Judge grants summary judgment to musical duo Macklemore and Ryan Lewis in copyright suit

By Charmaine Little | May 13, 2019

NEW ORLEANS – International music duo Macklemore and Ryan Lewis prevailed in a summary judgment motion after a New Orleans musician accused Lewis of stealing his music.

U.S. District Judge Martin L.C. Feldman ruled on the case in the U.S. District Court for the Eastern District of Louisiana on April 23.

Paul Batiste, a jazz musician in the Big Easy d/b/a Artang Publishing LLC, filed suit against Lewis and Macklemore, whose real name is Ben Haggerty, claiming that Lewis stole from his original works for the duo's Grammy award-winning hits “Thrift Shop” (winner of Best Rap Song in 2014) and “Can’t Hold Us” (nominated for Best Music Video). Batiste said Macklemore and Lewis used his melodies, chords, hooks and beats in a number of their songs. 

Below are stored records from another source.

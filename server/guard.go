package server

import (
	"net/http"
	"strings"

	"github.com/labstack/echo/v4"

	"tripwell/store"
)

// who is a set of callers a route is for.
type who uint8

const (
	crew who = 1 << iota
	manager
	auditor
	phone // an enrolled installation, by its bearer token
	owner // whoever may open the folder's socket
	// alone marks a POST of which only its caller gets anything: a file made from what they may read, their own feed, their
	// own mail. Nothing of the work changes by it, so it may be an auditor's, who otherwise only reads.
	alone

	anyone who = 0
	office     = manager | auditor // reads the office pages; only a manager changes anything
	signed     = crew | office
)

// roles by the word a session carries.
var roles = map[string]who{"crew": crew, "manager": manager, "auditor": auditor}

// caller is who asks, kept with the request.
type caller struct {
	person       store.Person
	session      bool
	installation string
}

const callerKey = "caller"

// guard stands before every handler: where the request came from, how much it may carry, and who may ask.
func (s *Server) guard(r route) echo.HandlerFunc {
	limit := r.body
	if limit == 0 {
		limit = formLimit
	}
	return func(c echo.Context) error {
		req := c.Request()
		// A bearer token is not sent by a browser on its own, so another site's page cannot borrow it; a cookie is.
		if r.who != phone && r.who != owner {
			if err := s.cross.Check(req); err != nil {
				return refuse(codeForbidden, "", "This request came from another web page. Open the page here and do it again.")
			}
		}
		if req.ContentLength > limit {
			return tooLarge(limit)
		}
		req.Body = http.MaxBytesReader(c.Response().Writer, req.Body, limit)
		if err := s.permit(c, r.who); err != nil {
			return err
		}
		if err := r.handle(s, c); err != nil {
			return err
		}
		if err := s.opened(c, r); err != nil {
			s.log.Warn("what was opened could not be noted", "route", r.path, "error", err)
		}
		return nil
	}
}

func (s *Server) permit(c echo.Context, w who) error {
	switch {
	case w == owner:
		return nil
	case w == phone:
		token, ok := strings.CutPrefix(c.Request().Header.Get("Authorization"), "Bearer ")
		if !ok {
			return refuse(codeNotSignedIn, "", "This phone is not enrolled here. Sign in again; what it still has to send stays on it.")
		}
		installation, p, err := s.store.Bearer(strings.TrimSpace(token))
		if err != nil {
			return refusedAs(err, codeNotSignedIn, "This phone is no longer enrolled here. Sign in again; what it still has to send stays on it.")
		}
		c.Set(callerKey, &caller{person: p, installation: installation})
		return nil
	}
	who, err := s.whoIs(c)
	if err != nil {
		return err
	}
	switch {
	case w == anyone:
		return nil
	case !who.session:
		return refuse(codeNotSignedIn, "", "You are not signed in here. Open your sign-in link, or ask a manager for a new one.")
	case w&roles[who.person.Role] == 0:
		return refuse(codeForbidden, "", "This is not open to your role ("+s.words.Say("access.role_"+who.person.Role)+"). Ask a manager if you need it.")
	}
	return nil
}

// whoIs reads the session of a browser once per request. Nobody signed in is no error: session is false.
func (s *Server) whoIs(c echo.Context) (*caller, error) {
	if who, ok := c.Get(callerKey).(*caller); ok {
		return who, nil
	}
	who := &caller{}
	if token := sessionCookie(c.Request()); token != "" {
		p, err := s.store.Session(token)
		switch {
		case err == nil:
			who.person, who.session = p, true
		case !isRefusal(err):
			return nil, err
		}
	}
	c.Set(callerKey, who)
	return who, nil
}

// person is who asks; only behind a route that is not for anyone.
func person(c echo.Context) store.Person {
	who, _ := c.Get(callerKey).(*caller)
	if who == nil {
		return store.Person{}
	}
	return who.person
}

// scope is what the caller may see. A route for anyone gives the empty scope.
func scope(c echo.Context) store.Scope {
	p := person(c)
	if p.ID == "" {
		return store.Scope{}
	}
	return p.Scope()
}

// may reports whether the caller has one of the roles, for handlers that show more to some.
func may(c echo.Context, w who) bool { return w&roles[person(c).Role] != 0 }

Songwriters Andrew Joslyn and Allen Stone were also named in the suit. After lots of back and forth, the defendants filed a motion for summary judgment. At the same time, Batiste filed for leave to supplement to try to resubmit an expert report of musicologist Archie Milton that was previously tossed after the defendants accused Batiste of secretly writing the report himself. While the defendants’ motion was granted, Batiste’s motion was denied.

While Batiste claimed that his “supplemented declaration” proves the music software the defendants allegedly used to sample and copy his music, the defendants challenged that and said, “Batiste has neither established his qualifications to serve as an expert witness, nor demonstrated good cause to justify amending this court’s scheduling order,” according to the opinion. The court concurred. 

Batiste’s report was not reliable and, in fact, was described as self-serving. He failed to prove the report was rooted in actual facts or data but instead only had waveform and fragmented comparisons. 

The sound recording expert for the defendants’ side, Paul Geluso, countered Batiste’s expert report. 

According to the lawsuit, “it is possible for two random songs to have musical events that, in a spectrogram comparison, can be seen to visually align to a degree that [the plaintiff] would declare indisputably ‘digitally sampled’ when no such digital sampling occurred.’”

The court granted the defendants’ motion for summary judgment as Batiste failed to prove Macklemore and Lewis actually committed copyright infringement against him. It was Batiste’s burden to prove there was a “striking similarity” between his music and the defendants’ five songs he said they copied. 

“Because he has failed to produce for this record disputed factual similarities between his songs and those of the defendants that ‘are sufficiently unique or complex so as to preclude all explanations other than copying,’ the defendants said Batiste’s argument failed," Feldman wrote.

Batiste also didn’t have any evidence on record that would prove his case. He could only provide circumstantial evidence and suggested they have sampled music from other artists as well. Still, Batiste failed to prove the defendants actually sampled his music.